FIGURE 3.26 Deploying Azure Stack in your data center.

  • Deployment: Configuring Azure Stack in your data center involves certain manual and automated tasks. As Azure Stack is delivered as an integrated system you will not be setting up any hardware on your own; instead, you will purchase a deployment-ready rack-and-stack scale unit from one of the Microsoft OEM partners, ready to plug into your data center. You still must manually configure network switches and integrate with the border network on the network stack, in collaboration with your Azure Stack OEM partner. If you have a large deployment, you may need to consider these requirements for other scale units of your Azure Stack instance as well. When you power on your Azure Stack system, one of the very first configuration tasks would be to establish connectivity with AAD or ADFS, and so on.

  • Validation: Azure Stack is validated as an integrated system, where all components are tested together to perform a complete system validation. Configuration of hardware components such as NICs, HBAs, drives, network switches, servers, and so on will follow the traditional Windows Server tests with the Windows hardware kit lab (HLK). Furthermore, there will be additional tests and diagnostics run specific to Azure Stack integration on top of the HLK.

  • Patching and Update: Patching and updating involves applying pre-validated updates for software and firmware by Microsoft and hardware partners. This automated application of updates across the entire infrastructure is designed to not disrupt tenant workloads. Unlike Windows Server updates, Azure Stack updates are delivered as one package that contain updates for hardware, OS, and software. The updates will be delivered at a rapid cadence, letting you choose when to apply them within a given time frame depending on their business requirements. Should you not deploy an update before the given time frame, the scale unit will go out of support. This ensures that patching and updating in Azure Stack will always be reliable, single-sourced, and easy to use.

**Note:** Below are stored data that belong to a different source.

impl LowRank {
    /// Factors `tower`, as it stands, and solves for every row of `additions`.
    ///
    /// # Errors
    /// [`AnalysisError::Mechanism`] when the base tower can move freely; others as
    /// in a full analysis.
    pub fn new(tower: &Tower, additions: &[Addition]) -> Result<Self, AnalysisError> {
        let sizes = Sizes::of(tower);
        let freedoms = Freedoms::of(tower);
        let floor_numbers = freedoms.floor_numbers();
        let rows = Numbered::of(tower, &sizes, &freedoms, additions);
        let count = rows.list.len();

        let mut limit_states = vec![tower.period_state];
        for case in &tower.lateral_cases {
            if !limit_states.contains(&case.state) {
                limit_states.push(case.state);
            }
        }
        let moments = [Direction::X, Direction::Y]
            .map(|direction| column_couple(tower, &sizes, &freedoms, direction));
        let mut states = Vec::new();
        let mut cases: Vec<Option<Case>> = vec![None; tower.lateral_cases.len()];
        let mut base = None;
        for (index, &state) in limit_states.iter().enumerate() {
            let stiffness = Stiffness::new(tower, &sizes, &freedoms, state);
            let mut matrix = BlockTridiagonal::new(&freedoms.blocks);
            stiffness.assemble(&mut matrix);
            let factor = Factor::new(&matrix).map_err(|failure| AnalysisError::Mechanism {
                freedom: freedoms.describe(failure.index, tower),
                nearby: freedoms.nearby(failure.index, tower),
                state: match state {
                    LimitState::Unfactored => "unfactored section properties",
                    LimitState::Factored => "factored section properties",
                },
            })?;

            // K^-1 of the rows, of the cases of this state, and nothing else.
            let own: Vec<usize> = (0..cases.len())
                .filter(|&case| tower.lateral_cases[case].state == state)
                .collect();
            let mut solved = Dense::zeros(freedoms.count(), count + own.len());
            for (column, row) in rows.list.iter().enumerate() {
                for &(number, b) in &row.terms {
                    solved.col_mut(column)[number] += b;
                }
            }
            for (offset, &case) in own.iter().enumerate() {
                let forces = floor_forces(tower, &tower.lateral_cases[case]);
                let target = solved.col_mut(count + offset);
                for (&number, force) in floor_numbers.iter().zip(forces) {
                    target[number] = force;
                }
            }
            factor.solve_in_place(&mut solved);

            let mut flexibility = Dense::zeros(count, count);
            for column in 0..count {
                let moved = solved.col(column);
                for (i, row) in rows.list.iter().enumerate() {
                    flexibility.set(i, column, row.strain(moved));
                }
            }
            states.push(RowStiffness {
                state,
                flexibility,
                stiffness: rows.list.iter().map(|row| row.stiffness(state)).collect(),
            });
            for (offset, &case) in own.iter().enumerate() {
                let lateral = &tower.lateral_cases[case];
                let (storeys, top) = drift_probes(tower, lateral.direction);
                let probes: Vec<DriftProbe> = storeys.into_iter().flatten().chain(top).collect();
                let couple = &moments[(lateral.direction == Direction::Y) as usize];
                let read = |column: usize| -> Vec<f64> {
                    let moved = solved.col(column);
                    let floors: Vec<f64> = floor_numbers.iter().map(|&n| moved[n]).collect();
                    let drifts = probes.iter().map(|probe| probe.of(&floors));
                    let relief: f64 = couple.iter().map(|&(n, c)| c * moved[n]).sum();
                    drifts.chain([relief]).collect()
                };
                let overturning: f64 = lateral
                    .forces
                    .iter()
                    .enumerate()
                    .map(|(storey, force)| force * tower.elevation(storey + 1))
                    .sum();
                let mut at_rest = read(count + offset);
                if let Some(moment) = at_rest.last_mut() {
                    *moment += overturning;
                }
                let moved = solved.col(count + offset);
                cases[case] = Some(Case {
                    state: index,
                    base: at_rest,
                    by_row: Dense::from_columns(&(0..count).map(read).collect::<Vec<_>>()),
                    strains: rows.list.iter().map(|row| row.strain(moved)).collect(),
                });
            }
            if index == 0 {
                let masses = Masses::of(tower, &sizes);
                let modes = BaseModes::of(&factor, &freedoms, &masses, &rows, &solved)?;
                base = Some(modes);
            }
        }
        Ok(LowRank {
            starts: rows.starts,
            masses: additions
                .iter()
                .map(|addition| addition.masses.clone())
                .collect(),
            states,
            cases: cases.into_iter().flatten().collect(),
            base: base.expect("the period state comes first"),
        })
    }

    /// Number of base modes among the trial shapes.
    pub fn mode_count(&self) -> usize {
        self.base.eigenvalues.len()
    }

    /// The base tower with the additions of `set`, each `scale` times as stiff and
    /// as heavy as stated.
    ///
    /// # Errors
    /// [`AnalysisError::NotFinite`] when the small system has no solution.
    pub fn respond(
        &self,
        set: &[usize],
        scale: f64,
        workspace: &mut Workspace,
        response: &mut SetResponse,
    ) -> Result<(), AnalysisError> {
        self.displace(set, scale, workspace, response)?;
        response.periods = self.periods(set, scale, workspace)?;
        Ok(())
    }

    /// As [`respond`](Self::respond), without the periods.
    ///
    /// # Errors
    /// As [`respond`](Self::respond).
    pub fn displace(
        &self,
        set: &[usize],
        scale: f64,
        workspace: &mut Workspace,
        response: &mut SetResponse,
    ) -> Result<(), AnalysisError> {
        response.periods = None;
        response.cases.clear();
        workspace.choose(&self.starts, set);
        let count = workspace.rows.len();
        let mut factored = None;
        let mut values = std::mem::take(&mut workspace.row);
        for case in &self.cases {
            if factored != Some(case.state) {
                self.states[case.state].factor(scale, workspace)?;
                factored = Some(case.state);
            }
            let mut forces = std::mem::take(&mut workspace.strains);
            forces.clear();
            forces.extend(workspace.rows.iter().map(|&row| case.strains[row]));
            solve_lower(&workspace.triangle, count, &mut forces, 1);
            solve_upper(&workspace.triangle, count, &mut forces, 1);
            values.clear();
            values.extend_from_slice(&case.base);
            for (&row, &force) in workspace.rows.iter().zip(&forces) {
                subtract(&mut values, case.by_row.col(row), force);
            }
            workspace.strains = forces;
            response.cases.push(extremes(&values));
        }
        workspace.row = values;
        Ok(())
    }

    fn periods(
        &self,
        set: &[usize],
        scale: f64,
        workspace: &mut Workspace,
    ) -> Result<Option<Periods>, AnalysisError> {
        let base = &self.base;
        let m = base.eigenvalues.len();
        workspace.choose(&self.starts, set);
        let s = workspace.rows.len();
        self.states[0].factor(scale, workspace)?;

        // Y = L^-1 Q for the stiffness, then W = L^-T Y.
        workspace.weights.clear();
        for &row in &workspace.rows {
            let strains = &base.strains[row * m..(row + 1) * m];
            workspace.weights.extend_from_slice(strains);
        }
        solve_lower(&workspace.triangle, s, &mut workspace.weights, m);
        let mut stiffness = vec![0.0; m * m];
        for i in 0..m {
            stiffness[i * m + i] = base.eigenvalues[i];
        }
        for halved in workspace.weights.chunks_exact(m) {
            for i in 0..m {
                subtract(&mut stiffness[i * m..=i * m + i], &halved[..=i], halved[i]);
            }
        }
        solve_upper(&workspace.triangle, s, &mut workspace.weights, m);

        let mut mass = vec![0.0; m * m];
        for i in 0..m {
            mass[i * m + i] = 1.0;
        }
        let weights = &workspace.weights;
        let mut half = vec![0.0; m];
        for (i, &row) in workspace.rows.iter().enumerate() {
            let strains = &base.strains[row * m..(row + 1) * m];
            for (into, (q, lambda)) in half.iter_mut().zip(strains.iter().zip(&base.eigenvalues)) {
                *into = -q / lambda;
            }
            let products = base.products.col(row);
            for (k, &other) in workspace.rows.iter().enumerate() {
                subtract(
                    &mut half,
                    &weights[k * m..(k + 1) * m],
                    -0.5 * products[other],
                );
            }
            let own = &weights[i * m..(i + 1) * m];
            for a in 0..m {
                let (of_own, of_half) = (own[a], half[a]);
                let into = &mut mass[a * m..=a * m + a];
                for (b, sum) in into.iter_mut().enumerate() {
                    *sum += of_own * half[b] + of_half * own[b];
                }
            }
        }
        workspace.floors.clear();
        workspace.floors.extend_from_slice(&base.floors);
        for (level, added) in set.iter().flat_map(|&addition| &self.masses[addition]) {
            workspace.floors[level - 1].add(added, scale);
            let rows: [Vec<f64>; 3] =
                [0, 1, 2].map(|i| base.trial_row(3 * (level - 1) + i, &workspace.rows, weights));
            for (i, of_i) in added.matrix().iter().enumerate() {
                for (j, value) in of_i.iter().enumerate().filter(|(_, value)| **value != 0.0) {
                    for a in 0..m {
                        let factor = scale * value * rows[i][a];
                        subtract(&mut mass[a * m..=a * m + a], &rows[j][..=a], -factor);
                    }
                }
            }
        }

        // B z = mu A z with A = L L': eigenvectors of L^-1 B L^-T, largest mu first.
        if !cholesky(&mut stiffness, m) {
            return Err(AnalysisError::NotFinite("a period"));
        }
        for a in 0..m {
            for b in 0..a {
                mass[b * m + a] = mass[a * m + b];
            }
        }
        solve_lower(&stiffness, m, &mut mass, m);
        transpose(&mut mass, m);
        solve_lower(&stiffness, m, &mut mass, m);
        let eigen = SymmetricEigen::try_new(DMatrix::from_row_slice(m, m, &mass), 1e-15, 1000)
            .ok_or(AnalysisError::NotFinite("a period"))?;
        let mut order: Vec<usize> = (0..m).collect();
        order.sort_by(|&a, &b| eigen.eigenvalues[b].total_cmp(&eigen.eigenvalues[a]));

        let mut looked = FIRST_LOOK.min(m);
        loop {
            // A cluster that goes on beyond the last shape would be turned in part.
            let lambda = |i: usize| 1.0 / eigen.eigenvalues[order[i]];
            while looked < m && lambda(looked) < lambda(looked - 1) * (1.0 + 1e-3) {
                looked += 1;
            }
            let eigenvalues: Vec<f64> = (0..looked).map(lambda).collect();
            let shapes: Vec<Vec<f64>> = order[..looked]
                .iter()
                .map(|&column| {
                    let mut z: Vec<f64> =
                        eigen.eigenvectors.column(column).iter().copied().collect();
                    solve_upper(&stiffness, m, &mut z, 1);
                    let scale = 1.0 / eigen.eigenvalues[column].sqrt();
                    for value in &mut z {
                        *value *= scale;
                    }
                    base.trial_shape(&z, &workspace.rows, weights)
                })
                .collect();
            let first = first_of_each(&eigenvalues, shapes, &workspace.floors);
            if let [Some(x), Some(y), Some(twist)] = first {
                let period = |(lambda, _): (f64, f64)| 2.0 * std::f64::consts::PI / lambda.sqrt();
                let coupled = |(_, share): (f64, f64)| share > COUPLED.0 && share < COUPLED.1;
                return Ok(Some(Periods {
                    x: period(x),
                    y: period(y),
                    twist: period(twist),
                    coupled: coupled(x) || coupled(y) || coupled(twist),
                }));
            }
            if looked == m {
                return Ok(None);
            }
            looked = m;
        }
    }
}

  • Monitoring and Service Management: The health state in Azure Stack is linked to alerts, and separates the health of cloud services from the cloud infrastructure. There are two types of health checks in Azure Stack:

    • Each component has its own notion of health and self-reports its own health status.

    • External system health tests that check how each component is used by the other components in Azure Stack.

    Based on these two types, alerts will be generated based on the health status; these are actionable alerts that link to online troubleshooting guides for systematic guidance.

    Figure 3.27 provides a high-level overview of how monitoring is enabled in Azure Stack.

    FIGURE 3.27

    FIGURE 3.27 Monitoring Azure Stack.

    As per your organizational requirements, you will also need to integrate Azure Stack with your existing monitoring systems. While Azure Stack does not allow you to install any monitoring agents, you can use existing connections from its own monitoring system such as Rest API, BMC, and SNMP to integrate with your existing monitoring solution and an information technology service management (ITSM) system.